= Goal of the exercise =
In the entries below, identify every line with the string "vector" and copy it.
======== Supplied entries ========
//go:build amd64 || arm64

package lanes

import (
	"runtime"
	"unsafe"
)

//go:generate go run ./asm

// The kernels that the program in the folder asm writes. They take force and
// Mix.window by address, and the lines by those in Mix.

//go:noescape
func stillPlain(b *Bank, m *Mix, force *floats, from, frames int)

//go:noescape
func movingPlain(b *Bank, m *Mix, force *floats, from, frames int)

//go:noescape
func stillStiff(b *Bank, m *Mix, force *floats, from, frames int)

//go:noescape
func movingStiff(b *Bank, m *Mix, force *floats, from, frames int)

// vector is the kernel of a vector unit.
func vector(name string) Kernel {
	return Kernel{
		name:  name,
		plain: pair{onLines(stillPlain), onLines(movingPlain)},
		stiff: pair{onLines(stillStiff), onLines(movingStiff)},
	}
}

// onLines tells a kernel where the lines are.
func onLines(kernel func(b *Bank, m *Mix, force *floats, from, frames int)) run {
	return func(b *Bank, m *Mix, line []float32, force *Force, from, frames int) {
		base := uintptr(unsafe.Pointer(unsafe.SliceData(line)))
		for i, at := range b.At {
			m.source[i] = base + 4*uintptr(at-b.Back[i]+Taps-1)
			m.target[i] = base + 4*uintptr(at)
		}
		kernel(b, m, &force[from], from, frames)
		runtime.KeepAlive(line)
	}
}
========
= Exercise response =
// vector is the kernel of a vector unit.
func vector(name string) Kernel {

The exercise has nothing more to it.